Yeah, and it's fair enough. I mean, one of the reasons this also is, if you're doing things like PPR, if you do it via attributes, you've got to have a dance where the driver has to do the sanity checks. Whereas if you've got it pushed into the core, the core itself knows what the situation the memory has to be in in order to be able to safely do PPR. So it's things like that: the page has to be offline. We don't really want to do the offline check in every one of the drivers. I mean, we can. It's a perfectly good model.

No, we shouldn't.

So, at that point, that one needs to be callback-based because we need to initialize the thing from somewhere else.

Right. If it's a general attribute that has like a sub-function that the driver needs to do, that should be a callback. But if it's like a wholly-owned, like we don't want to teach the EDAC layer about this policy, but we just want to have some extra files show up, then that should be an attribute.

OK, so when we add tags, that should definitely be an attribute because we've got to have tags here as well. Yeah, OK. For now, I mean, my cynical attitude on this is adding attribute support generally means that people abuse it. So I'm kind of inclined to hold off on doing it until we have a clear use case.

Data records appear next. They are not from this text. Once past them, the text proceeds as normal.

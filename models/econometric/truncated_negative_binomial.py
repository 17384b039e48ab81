"""Zero-truncated negative-binomial regression, as a law of the weight given a link."""

from __future__ import annotations

from dataclasses import dataclass
from typing import ClassVar

import numpy as np

from steelyard.datasets import Dyads, Floats
from steelyard.models.contract import Convergence, Family, Holdout, Information, Need, Part, Requirements
from steelyard.models.covariance import NodePairs
from steelyard.models.distributions import ZeroTruncatedLaw
from steelyard.models.errors import ModelError
from steelyard.models.estimates import EstimatePart, Estimates
from steelyard.models.index_likelihood import IndexFit, fit_indices
from steelyard.models.linear_index import (
    LinearIndex,
    alpha_estimate,
    index_estimates,
    node_pairs,
    with_alpha_at_its_edge,
)
from steelyard.models.measure import Measure
from steelyard.models.observed_links import observed_links
from steelyard.models.truncated_likelihoods import TruncatedNegativeBinomial, TruncatedPoisson

__all__ = [
    "FittedTruncatedNegativeBinomial",
    "TruncatedNegativeBinomialModel",
    "fit_truncated_negative_binomial",
]

# An alpha this large has no finite maximum behind it: the law is the logarithmic series to all digits that matter.
LIMIT_FROM = 1e6


@dataclass(frozen=True)
class FittedTruncatedNegativeBinomial:
    """Weight given a link: negative binomial around exp(index), given that it is not zero."""

    index: LinearIndex
    alpha: float
    estimates: Estimates
    n_parameters: int
    convergence: Convergence
    measure: ClassVar[Measure] = Measure.COUNTS

    def expected_weight(self, dyads: Dyads, /) -> Floats:
        return self.distribution(dyads).mean

    def distribution(self, dyads: Dyads, /) -> ZeroTruncatedLaw:
        return ZeroTruncatedLaw.of(np.exp(self.index.on(dyads)), self.alpha)


def fit_truncated_negative_binomial(
    response: Floats, design: Floats, pairs: NodePairs | None = None
) -> IndexFit:
    """Fit plain arrays of counts >= 1; the second index is the constant log alpha.

    Where the likelihood is highest at alpha = 0 the truncated Poisson fit comes back, with one index. As for the
    untruncated law, the slope at alpha = 0 alone does not say so, and both maxima are compared.

    Raises
    ------
    ModelError : too few counts; or the likelihood rises without end as alpha grows and the untruncated mean falls,
        towards the law of the logarithmic series
    """
    poisson = fit_indices(TruncatedPoisson(response), [design], errors=False)
    falls = _slope_at_zero(poisson, response, design) <= 0.0
    if falls and len(response) - int(poisson.separated.sum()) <= poisson.rank + 1:
        return fit_indices(TruncatedPoisson(response), [design], pairs)
    likelihood = TruncatedNegativeBinomial(response)
    inside = fit_indices(likelihood, [design, np.ones((len(response), 1))], pairs)
    alpha = float(np.exp(min(float(inside.coefficients[1][0]), 700.0))) if inside.rank else 1.0
    if not inside.convergence.converged and alpha > LIMIT_FROM and not falls:
        raise ModelError(
            f"the likelihood rises without end as alpha grows (it reached {alpha:.0e}) and the untruncated mean "
            "falls: the counts are at least as uneven as the logarithmic series allows, and no maximum exists; use "
            "geometric, lognormal or gamma weights"
        )
    if falls and (
        not inside.convergence.converged
        or _log_likelihood(likelihood, inside, design) <= _poisson_log_likelihood(poisson, response, design)
    ):
        return fit_indices(TruncatedPoisson(response), [design], pairs)
    return inside


def _index(found: IndexFit, design: Floats) -> Floats:
    """(n,) index, so low on separated observations that they are certain."""
    index = np.full(len(design), -700.0)
    index[~found.separated] = design[~found.separated] @ found.coefficients[0]
    return index


def _slope_at_zero(found: IndexFit, response: Floats, design: Floats) -> float:
    """Slope of the log-likelihood in alpha at alpha = 0, times two."""
    kept = ~found.separated
    mean = np.exp(_index(found, design)[kept])
    with np.errstate(over="ignore"):
        hidden = mean**2 / np.expm1(mean)
    return float(np.sum((response[kept] - mean) ** 2 - response[kept] + hidden))


def _log_likelihood(likelihood: TruncatedNegativeBinomial, found: IndexFit, design: Floats) -> float:
    some = likelihood.restricted(~found.separated)
    log_alpha = np.full(len(some.response), found.coefficients[1][0])
    return some.log_mass(_index(found, design)[~found.separated], log_alpha)


def _poisson_log_likelihood(found: IndexFit, response: Floats, design: Floats) -> float:
    kept = ~found.separated
    law = ZeroTruncatedLaw.of(np.exp(_index(found, design)[kept]), 0.0)
    return float(law.log_density(response[kept]).sum())


@dataclass(frozen=True)
class TruncatedNegativeBinomialModel:
    """Counts on observed links: negative binomial but for the zeros, which are another part's business.

    Parameters
    ----------
    covariates : names of the covariates that enter the log of the untruncated mean beside a constant
    """

    covariates: tuple[str, ...]

    name: ClassVar[str] = "truncated_negative_binomial"
    family: ClassVar[Family] = Family.ECONOMETRIC
    part: ClassVar[Part] = Part.WEIGHTS
    measure: ClassVar[Measure] = Measure.COUNTS
    holdouts: ClassVar[frozenset[Holdout]] = frozenset(Holdout)
    directed: ClassVar[frozenset[bool]] = frozenset({True, False})
    information: ClassVar[Information] = Information.COVARIATES
    requires: ClassVar[Requirements] = Requirements(Need.REQUIRED)
    summary: ClassVar[str] = (
        "The count of a link is negative binomial given that it is not zero; with a law of links in front it is "
        "the negative-binomial hurdle."
    )
    formula: ClassVar[str] = (
        "P(w | link) = f(w) / (1 - f(0)),  f negative binomial with mean m and variance m + alpha m^2,  log m = "
        "constant + sum of slope x covariate"
    )
    parameters: ClassVar[str] = (
        "maximum likelihood on the observed links; covariates + 1, and alpha unless it is at its edge 0"
    )
    caution: ClassVar[str] = (
        "Slopes are those of the untruncated mean, of which no zero is seen: with heavy-tailed flows alpha is large, "
        "most of f lies on the unseen zero, and alpha and the constant are told apart only weakly. Where the "
        "likelihood rises towards the logarithmic series it has no maximum, and the fit is refused."
    )
    sources: ClassVar[str] = "Cragg (1971); Mullahy (1986); Cameron & Trivedi (1998)"

    def fit(self, dyads: Dyads, /) -> FittedTruncatedNegativeBinomial:
        """Maximum likelihood on the observed links among these dyads."""
        linked = observed_links(dyads)
        design = linked.design(self.covariates)
        found = fit_truncated_negative_binomial(linked.counts, design, node_pairs(linked))
        alpha = alpha_estimate(found, "the maximum is the truncated Poisson law")
        return FittedTruncatedNegativeBinomial(
            index=LinearIndex.of(found, self.covariates),
            alpha=alpha.value,
            estimates=index_estimates(found, self.covariates, EstimatePart.WEIGHTS) + Estimates((alpha,)),
            n_parameters=found.rank,
            convergence=with_alpha_at_its_edge(found),
        )
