"""Tests of specification in a run: which rows there are, that each says something, and that they stay the same."""

from __future__ import annotations

from dataclasses import dataclass, replace
from pathlib import Path
from typing import ClassVar

import numpy as np
import pandas as pd
import pytest

from steelyard.benchmark import Candidate, Study, run, study_from_text
from steelyard.benchmark.engine import study_tasks
from steelyard.benchmark.ledger import Ledger
from steelyard.benchmark.specification.single import ADDED
from steelyard.benchmark.tasks import execute, task_key
from steelyard.datasets import CovariateError
from steelyard.models import Convergence, Measure, ModelError
from steelyard.models.econometric.negative_binomial import NegativeBinomialModel
from steelyard.models.econometric.poisson import PoissonModel
from steelyard.models.estimates import ErrorKind
from steelyard.models.index_likelihood import fit_indices
from steelyard.models.likelihoods import Poisson
from steelyard.models.linear_index import node_pairs
from steelyard.reports.writing import csv_bytes

SIZES = ("distance",)


def candidates_of(study: Study, *models: object) -> Study:
    added = tuple(Candidate(f"{m.name} {n}", m) for n, m in enumerate(models))  # type: ignore[attr-defined]
    return replace(study, candidates=(*study.candidates, *added), validation=())


def chosen(tests: pd.DataFrame, candidate: str, test: str, text: str = "") -> pd.DataFrame:
    rows = tests[(tests["candidate"] == candidate) & (tests["test"] == test)]
    return rows[rows["against"].str.contains(text, regex=False)]


def test_every_row_has_a_statistic_or_a_reason(small_study: Study) -> None:
    tests = run(small_study, jobs=1, progress=False).tests
    assert list(tests.columns) == ["candidate", "test", "against", "statistic", "p_value", "note"]
    computed = tests["statistic"].notna()
    assert (tests.loc[computed, "p_value"].between(0, 1)).all()
    assert tests.loc[~computed, "p_value"].isna().all()
    assert tests.loc[~computed, "note"].str.startswith("not computed: ").all()
    assert (tests["note"].str.len() > 0).all()
    assert not tests["note"].str.contains("reject|Error:", regex=True).any()
    assert not tests.duplicated(["candidate", "test", "against"]).any()


def test_what_concerns_whom_follows_from_declarations(small_study: Study) -> None:
    tests = run(small_study, jobs=1, progress=False).tests
    assert set(tests.loc[tests["test"] == "overdispersion", "candidate"]) == {"Poisson"}
    assert set(tests.loc[tests["test"] == "park", "candidate"]) == set(tests["candidate"])
    assert len(chosen(tests, "Poisson", "park", "proportional to the mean")) == 2
    assert len(chosen(tests, "Degrees, geometric", "reset", "links")) == 1  # no covariates: one row says so
    assert len(chosen(tests, "Logit, lognormal", "reset", "fitted log (F)")) == 1
    # Amounts meet counts through cells, and the row says so.
    cells = chosen(tests, "Poisson", "vuong", "Logit, lognormal; raw")
    assert cells["note"].str.contains("through cells").all()
    assert len(chosen(tests, "Poisson", "rival_zeros", "Logit, lognormal")) == 2
    by_node = chosen(tests, "Degrees, geometric", "rival_zeros")
    assert by_node["note"].str.contains("a parameter for each node").all()


def test_reset_is_the_refit_with_the_square(small_study: Study) -> None:
    tests = run(small_study, jobs=1, progress=False).tests
    dyads = small_study.dyads
    design = dyads.design(SIZES)
    index = design @ fit_indices(Poisson(dyads.counts), [design]).coefficients[0]
    square = ((index - index.mean()) / index.std()) ** 2
    found = fit_indices(Poisson(dyads.counts), [np.column_stack([design, square])], node_pairs(dyads))
    for name, kind in (("robust", ErrorKind.ROBUST), ("node-clustered", ErrorKind.NODE_CLUSTERED)):
        expected = found.coefficients[0][2] / np.sqrt(found.covariances[kind][2, 2])
        row = chosen(tests, "Poisson", "reset", name)
        assert row["statistic"].item() == pytest.approx(expected, rel=1e-6)


def test_nested_pairs_have_a_likelihood_ratio_and_no_vuong(small_study: Study) -> None:
    study = candidates_of(small_study, NegativeBinomialModel(SIZES), PoissonModel(()))
    results = run(study, jobs=1, progress=False)
    total = results.candidates.set_index("candidate")["log_likelihood"]
    edge = chosen(results.tests, "Poisson", "likelihood_ratio", "negative_binomial 0")
    gap = 2 * (total["negative_binomial 0"] - total["Poisson"])
    assert edge["statistic"].item() == pytest.approx(gap, rel=1e-9)
    assert "half chi-square(0)" in edge["note"].item()
    inside = chosen(results.tests, "Poisson", "likelihood_ratio", "poisson 1; the other in the candidate")
    assert inside["statistic"].item() == pytest.approx(2 * (total["Poisson"] - total["poisson 1"]), rel=1e-9)
    assert "chi-square(1)" in inside["note"].item()
    assert chosen(results.tests, "Poisson", "vuong", "poisson 1").empty
    rivals = chosen(results.tests, "Poisson", "rival_zeros", "poisson 1")
    assert rivals["note"].str.contains("special case").all()


@dataclass(frozen=True)
class Odd(PoissonModel):
    """A Poisson that misbehaves in the way its option says."""

    covariates: tuple[str, ...] = SIZES
    way: str = ""
    measure: ClassVar[Measure | None] = Measure.COUNTS

    def fit(self, dyads, /):
        if self.way == "refuses" or (self.way == "refuses the square" and ADDED in self.covariates):
            raise ModelError("these dyads do not suit me")
        found = super().fit(dyads)
        if self.way == "uncertified":
            return replace(found, convergence=Convergence(False, 1, 1.0, "stopped"))
        return found


def test_what_cannot_be_tested_is_a_row_with_its_reason(small_study: Study) -> None:
    study = candidates_of(
        small_study, *(Odd(way=w) for w in ("refuses", "refuses the square", "uncertified"))
    )
    tests = run(study, jobs=1, progress=False).tests
    other = chosen(tests, "Poisson", "likelihood_ratio", "poisson 0")
    assert "could not be fitted" in other["note"].item()
    assert "these dyads do not suit me" in chosen(tests, "poisson 1", "reset")["note"].item()
    assert chosen(tests, "poisson 1", "park")["statistic"].notna().all()
    for test in ("overdispersion", "reset", "park"):
        assert chosen(tests, "poisson 2", test)["note"].str.contains("not certified").all()
    assert "not certified" in chosen(tests, "Poisson", "vuong", "poisson 2")["note"].item()


def test_pairs_are_resumed_to_the_byte(small_study: Study, tmp_path: Path) -> None:
    """A ledger with all fits but no pairs, as after an interruption between them: the fits are made again."""
    once = run(small_study, jobs=1, progress=False)
    path = tmp_path / "ledger.sqlite"
    covariates = repr(sorted(small_study.covariates.items()))
    with Ledger(path) as book:
        for task in study_tasks(small_study):
            book.keep(task_key(task, small_study.dyads, covariates), execute(task, small_study.dyads))
    resumed = run(small_study, ledger=path, jobs=2, progress=False)
    assert csv_bytes(resumed.tests) == csv_bytes(once.tests)
    with Ledger(path) as book:
        assert len(book.table("tests")) == len(once.tests)


def test_a_column_can_be_added_to_a_view(small_study: Study) -> None:
    dyads = small_study.dyads.select(np.triu(np.ones((small_study.dyads.n_nodes,) * 2, dtype=bool), 1))
    values = np.arange(len(dyads), dtype=float)
    more = dyads.with_column("rank", values)
    np.testing.assert_array_equal(more.column("rank"), values)
    np.testing.assert_array_equal(np.concatenate([b.column("rank") for b in more.blocks(500)]), values)
    assert "rank" not in dyads.covariates
    assert more.digest == dyads.digest
    with pytest.raises(CovariateError, match="exists already"):
        more.with_column("rank", values)
    with pytest.raises(CovariateError, match="finite values"):
        dyads.with_column("other", values[1:])


DEGENERATE = """
title = "degenerate"
seed = 1
[data]
flows = "flows.csv"
nodes = "nodes.csv"
[covariates]
size = { node = "size", end = "origin" }
[[candidates]]
label = "Poisson"
model = "poisson"
covariates = ["size"]
[[candidates]]
label = "Negative binomial"
model = "negative_binomial"
covariates = ["size"]
[[candidates]]
label = "Density, lognormal"
links = { model = "density" }
weights = { model = "lognormal", covariates = ["size"] }
[[candidates]]
label = "Logit, geometric"
links = { model = "logit", covariates = ["size"] }
weights = { model = "geometric", covariates = ["size"] }
"""
ALL = [(o, d) for o in "abcde" for d in "abcde" if o != d]


@pytest.mark.parametrize(
    "flows",
    [
        [("a", "b", 3)],
        [(o, d, 2) for o, d in ALL],
        [(o, d, 10**9 * (1 + n % 3)) for n, (o, d) in enumerate(ALL)],
    ],
    ids=["single link", "all equal", "huge"],
)
def test_degenerate_flows_leave_reasons(tmp_path: Path, flows: list[tuple[str, str, int]]) -> None:
    pd.DataFrame(flows, columns=["origin", "destination", "flow"]).to_csv(tmp_path / "flows.csv", index=False)
    pd.DataFrame({"node": list("abcde"), "size": range(1, 6)}).to_csv(tmp_path / "nodes.csv", index=False)
    tests = run(study_from_text(DEGENERATE, folder=tmp_path), jobs=1, progress=False).tests
    assert len(tests) >= 6  # a row at least for each pair of candidates
    missing = tests["statistic"].isna()
    assert missing.any()
    assert tests.loc[missing, "note"].str.startswith("not computed: ").all()
    assert not tests["note"].str.contains("Error:|Warning:", regex=True).any()
    assert np.isfinite(tests.loc[~missing, "statistic"]).all()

But I really think it really depends on what functionality you're trying to enable. 

Yeah, yeah. That's fair enough. It's easy enough to combine a bit of both. Yeah, do we need policy control in the kernel? So, one of the things on these is you can shoot yourself in the foot. So, one thing that people have talked about before is things like not allowing disabling of Scrap. You can change the rates, the idea being that the thing won't go to an insane rate. My personal view is no, but it has been asked. So, anyone in favor of the kernel? Basically, the ask was along the lines of: no sane manufacturer should allow anyone to disable this stuff because you're just going to get horrible errors and lots of bug reports, and your field application engineers are going to go mad. Nope. Good.

Yeah, no. I mean, if the user has root, they can do whatever they want to their machine.

To be fair, my answer on this is slightly different, which is that a sane manufacturer is going to have hard-limited these things.

Sure. So, if the hardware wants to limit it, because there's a reason that the hardware should protect itself, but the user can go in and pull memory and do whatever they want. They've got the hardware.

Yeah, OK. Cool. Any other questions? I think we have zero minus one minute. So, if anyone can talk backwards, anyway, I'm happy to take continuing questions on these topics. And now it's coffee break. I will add that there are two gifts which will be handed to whichever speaker gets the most interesting discussion going. So I have no idea on who that is today.

Well, if I had known that, I could have stirred more.

I didn't say controversial. Thank you.